### [WHAT THIS TASK INVOLVES]
Task for the records below: count the lines that contain the word "they" and give only that number.

### [SUPPLIED MATERIAL]
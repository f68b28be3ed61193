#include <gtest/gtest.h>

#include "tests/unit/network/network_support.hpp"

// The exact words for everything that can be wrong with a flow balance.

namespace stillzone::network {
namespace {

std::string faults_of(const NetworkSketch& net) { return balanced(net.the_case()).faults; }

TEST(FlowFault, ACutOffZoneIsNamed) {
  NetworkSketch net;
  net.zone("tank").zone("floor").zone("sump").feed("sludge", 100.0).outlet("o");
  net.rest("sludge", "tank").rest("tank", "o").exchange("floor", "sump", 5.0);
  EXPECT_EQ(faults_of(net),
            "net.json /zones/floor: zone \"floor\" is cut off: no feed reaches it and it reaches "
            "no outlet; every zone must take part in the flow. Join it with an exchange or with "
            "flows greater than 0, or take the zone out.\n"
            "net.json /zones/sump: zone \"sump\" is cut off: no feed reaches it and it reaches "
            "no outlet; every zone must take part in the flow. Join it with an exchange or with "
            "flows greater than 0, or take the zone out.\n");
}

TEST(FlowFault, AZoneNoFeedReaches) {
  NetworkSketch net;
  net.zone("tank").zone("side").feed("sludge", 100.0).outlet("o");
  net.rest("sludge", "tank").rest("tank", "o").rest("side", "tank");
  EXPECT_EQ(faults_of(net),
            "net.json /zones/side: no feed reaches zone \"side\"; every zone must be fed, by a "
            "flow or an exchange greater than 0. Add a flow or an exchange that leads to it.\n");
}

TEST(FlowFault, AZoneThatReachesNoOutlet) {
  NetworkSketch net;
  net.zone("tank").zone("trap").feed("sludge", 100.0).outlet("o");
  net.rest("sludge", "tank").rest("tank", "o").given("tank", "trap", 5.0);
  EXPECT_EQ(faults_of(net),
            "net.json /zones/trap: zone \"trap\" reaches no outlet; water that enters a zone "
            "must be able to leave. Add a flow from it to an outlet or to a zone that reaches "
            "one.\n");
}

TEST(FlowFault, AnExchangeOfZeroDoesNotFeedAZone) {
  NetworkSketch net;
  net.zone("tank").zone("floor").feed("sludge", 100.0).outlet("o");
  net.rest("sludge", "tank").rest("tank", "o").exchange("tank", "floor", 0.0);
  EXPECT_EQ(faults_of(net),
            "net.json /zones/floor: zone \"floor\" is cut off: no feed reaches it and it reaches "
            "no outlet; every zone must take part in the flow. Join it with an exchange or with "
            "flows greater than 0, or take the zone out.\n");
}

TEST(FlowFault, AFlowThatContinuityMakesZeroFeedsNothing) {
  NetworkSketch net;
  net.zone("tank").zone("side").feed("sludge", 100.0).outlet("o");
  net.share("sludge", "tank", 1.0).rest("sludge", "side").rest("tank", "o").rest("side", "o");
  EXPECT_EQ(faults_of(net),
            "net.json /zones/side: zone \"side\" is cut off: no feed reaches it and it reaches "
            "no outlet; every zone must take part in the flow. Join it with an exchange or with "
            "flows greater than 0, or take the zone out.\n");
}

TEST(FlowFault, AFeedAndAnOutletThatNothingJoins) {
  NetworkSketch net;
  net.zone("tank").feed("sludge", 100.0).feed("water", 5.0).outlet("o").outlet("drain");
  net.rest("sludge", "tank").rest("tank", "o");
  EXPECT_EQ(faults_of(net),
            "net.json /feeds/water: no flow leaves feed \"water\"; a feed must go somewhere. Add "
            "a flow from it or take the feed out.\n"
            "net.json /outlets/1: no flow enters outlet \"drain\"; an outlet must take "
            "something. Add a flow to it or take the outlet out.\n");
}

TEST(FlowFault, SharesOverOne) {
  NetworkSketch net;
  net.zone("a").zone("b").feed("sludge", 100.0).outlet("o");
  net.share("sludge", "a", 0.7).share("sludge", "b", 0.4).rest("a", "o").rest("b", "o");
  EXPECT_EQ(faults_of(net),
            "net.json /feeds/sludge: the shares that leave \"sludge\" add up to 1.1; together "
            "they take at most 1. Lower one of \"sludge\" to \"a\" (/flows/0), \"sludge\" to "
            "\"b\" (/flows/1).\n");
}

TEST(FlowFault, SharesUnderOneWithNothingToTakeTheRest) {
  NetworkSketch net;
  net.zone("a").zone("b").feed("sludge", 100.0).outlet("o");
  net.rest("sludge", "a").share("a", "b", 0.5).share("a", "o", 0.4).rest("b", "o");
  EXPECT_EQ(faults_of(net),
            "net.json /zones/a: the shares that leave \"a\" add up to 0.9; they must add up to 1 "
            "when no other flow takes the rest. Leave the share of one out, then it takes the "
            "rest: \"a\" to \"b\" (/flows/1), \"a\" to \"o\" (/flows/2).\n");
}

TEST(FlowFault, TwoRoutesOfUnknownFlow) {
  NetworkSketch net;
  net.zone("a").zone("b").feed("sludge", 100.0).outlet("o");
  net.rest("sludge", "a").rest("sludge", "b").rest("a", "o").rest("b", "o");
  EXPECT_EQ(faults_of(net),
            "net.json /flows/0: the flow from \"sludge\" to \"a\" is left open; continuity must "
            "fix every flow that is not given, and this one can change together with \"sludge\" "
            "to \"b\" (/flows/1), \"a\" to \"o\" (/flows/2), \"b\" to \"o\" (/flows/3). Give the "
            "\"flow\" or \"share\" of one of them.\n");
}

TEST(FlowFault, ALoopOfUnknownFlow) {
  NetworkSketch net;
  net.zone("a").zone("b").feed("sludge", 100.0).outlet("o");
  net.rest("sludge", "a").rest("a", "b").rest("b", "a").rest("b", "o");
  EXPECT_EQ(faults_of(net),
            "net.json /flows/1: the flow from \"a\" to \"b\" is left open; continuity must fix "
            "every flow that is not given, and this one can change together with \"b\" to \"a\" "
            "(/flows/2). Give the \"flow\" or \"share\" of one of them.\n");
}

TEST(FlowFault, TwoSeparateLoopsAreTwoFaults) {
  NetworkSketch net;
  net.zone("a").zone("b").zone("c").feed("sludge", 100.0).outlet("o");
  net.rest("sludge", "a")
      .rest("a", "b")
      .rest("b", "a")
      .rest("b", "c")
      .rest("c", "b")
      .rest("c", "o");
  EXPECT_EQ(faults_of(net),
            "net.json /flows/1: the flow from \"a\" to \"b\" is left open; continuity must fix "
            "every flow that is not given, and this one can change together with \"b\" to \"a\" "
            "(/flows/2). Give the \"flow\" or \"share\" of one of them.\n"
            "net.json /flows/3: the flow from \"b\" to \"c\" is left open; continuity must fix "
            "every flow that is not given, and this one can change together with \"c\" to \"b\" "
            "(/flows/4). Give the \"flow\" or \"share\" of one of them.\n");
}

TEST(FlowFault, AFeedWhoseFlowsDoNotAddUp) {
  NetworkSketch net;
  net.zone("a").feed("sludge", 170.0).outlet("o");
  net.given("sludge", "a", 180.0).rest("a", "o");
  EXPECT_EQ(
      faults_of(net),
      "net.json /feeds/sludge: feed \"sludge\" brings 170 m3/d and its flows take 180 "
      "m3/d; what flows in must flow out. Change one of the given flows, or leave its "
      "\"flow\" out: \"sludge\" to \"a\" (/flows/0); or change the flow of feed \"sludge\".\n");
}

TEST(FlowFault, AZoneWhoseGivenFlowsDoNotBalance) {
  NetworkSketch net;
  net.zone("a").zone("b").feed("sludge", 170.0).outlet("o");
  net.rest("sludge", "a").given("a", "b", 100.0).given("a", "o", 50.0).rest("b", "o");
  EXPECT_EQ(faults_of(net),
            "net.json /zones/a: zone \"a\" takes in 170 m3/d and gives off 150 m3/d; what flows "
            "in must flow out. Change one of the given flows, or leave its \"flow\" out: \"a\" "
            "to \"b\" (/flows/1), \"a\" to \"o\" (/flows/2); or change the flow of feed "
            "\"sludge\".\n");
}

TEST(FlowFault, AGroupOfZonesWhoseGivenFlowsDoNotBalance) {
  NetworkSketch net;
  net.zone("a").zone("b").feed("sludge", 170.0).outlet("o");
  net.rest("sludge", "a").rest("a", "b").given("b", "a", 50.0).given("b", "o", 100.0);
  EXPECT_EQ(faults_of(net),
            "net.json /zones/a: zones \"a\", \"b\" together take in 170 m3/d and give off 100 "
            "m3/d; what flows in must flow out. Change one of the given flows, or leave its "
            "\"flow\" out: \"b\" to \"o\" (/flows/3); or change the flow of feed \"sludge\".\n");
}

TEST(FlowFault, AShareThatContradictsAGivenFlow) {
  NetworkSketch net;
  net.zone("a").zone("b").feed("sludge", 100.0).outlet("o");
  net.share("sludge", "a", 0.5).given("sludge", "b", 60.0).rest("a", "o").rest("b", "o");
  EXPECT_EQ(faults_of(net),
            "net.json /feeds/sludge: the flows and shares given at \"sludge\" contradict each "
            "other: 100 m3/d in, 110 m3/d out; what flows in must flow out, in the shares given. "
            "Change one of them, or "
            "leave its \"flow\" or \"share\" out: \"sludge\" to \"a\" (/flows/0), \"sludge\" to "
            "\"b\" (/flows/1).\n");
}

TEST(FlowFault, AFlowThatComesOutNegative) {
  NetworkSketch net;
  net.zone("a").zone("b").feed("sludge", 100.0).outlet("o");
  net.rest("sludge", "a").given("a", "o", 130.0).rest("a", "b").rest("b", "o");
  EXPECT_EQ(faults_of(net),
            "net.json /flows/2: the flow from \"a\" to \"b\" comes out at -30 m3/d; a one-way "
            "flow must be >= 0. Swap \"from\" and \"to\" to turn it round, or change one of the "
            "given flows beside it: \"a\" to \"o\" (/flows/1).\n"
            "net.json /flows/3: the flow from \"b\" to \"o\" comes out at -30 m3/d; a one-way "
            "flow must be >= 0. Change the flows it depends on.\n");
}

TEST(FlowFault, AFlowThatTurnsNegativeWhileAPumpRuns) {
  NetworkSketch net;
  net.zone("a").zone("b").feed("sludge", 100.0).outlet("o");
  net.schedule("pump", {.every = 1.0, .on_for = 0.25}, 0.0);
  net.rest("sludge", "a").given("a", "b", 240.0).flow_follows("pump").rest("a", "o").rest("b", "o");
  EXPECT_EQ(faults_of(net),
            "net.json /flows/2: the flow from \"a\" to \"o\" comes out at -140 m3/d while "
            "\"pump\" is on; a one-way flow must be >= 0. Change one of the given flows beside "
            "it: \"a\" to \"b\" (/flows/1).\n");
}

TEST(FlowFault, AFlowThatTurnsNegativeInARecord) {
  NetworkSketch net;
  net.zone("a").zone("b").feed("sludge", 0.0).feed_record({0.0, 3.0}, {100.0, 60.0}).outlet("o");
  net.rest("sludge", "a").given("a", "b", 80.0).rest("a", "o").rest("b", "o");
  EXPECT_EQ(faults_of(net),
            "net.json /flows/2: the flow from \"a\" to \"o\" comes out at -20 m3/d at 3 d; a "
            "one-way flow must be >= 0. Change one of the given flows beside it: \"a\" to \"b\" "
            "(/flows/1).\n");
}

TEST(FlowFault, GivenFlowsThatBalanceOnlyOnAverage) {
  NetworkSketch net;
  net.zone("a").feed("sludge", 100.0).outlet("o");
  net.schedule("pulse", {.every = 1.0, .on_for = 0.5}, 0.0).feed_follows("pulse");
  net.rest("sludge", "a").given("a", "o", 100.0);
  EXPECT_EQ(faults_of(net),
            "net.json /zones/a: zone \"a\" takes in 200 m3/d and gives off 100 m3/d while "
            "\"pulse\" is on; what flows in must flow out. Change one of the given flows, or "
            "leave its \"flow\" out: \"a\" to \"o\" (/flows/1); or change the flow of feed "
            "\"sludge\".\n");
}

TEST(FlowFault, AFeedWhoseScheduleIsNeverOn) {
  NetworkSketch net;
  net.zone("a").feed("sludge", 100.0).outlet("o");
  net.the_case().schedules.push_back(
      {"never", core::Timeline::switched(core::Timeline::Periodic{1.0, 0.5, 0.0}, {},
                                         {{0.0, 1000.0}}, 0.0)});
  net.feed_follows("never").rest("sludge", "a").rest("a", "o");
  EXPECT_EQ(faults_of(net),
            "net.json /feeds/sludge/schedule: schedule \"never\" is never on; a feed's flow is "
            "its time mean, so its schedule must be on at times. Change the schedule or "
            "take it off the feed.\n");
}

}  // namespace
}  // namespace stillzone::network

### [EXPECTED ANSWER]
2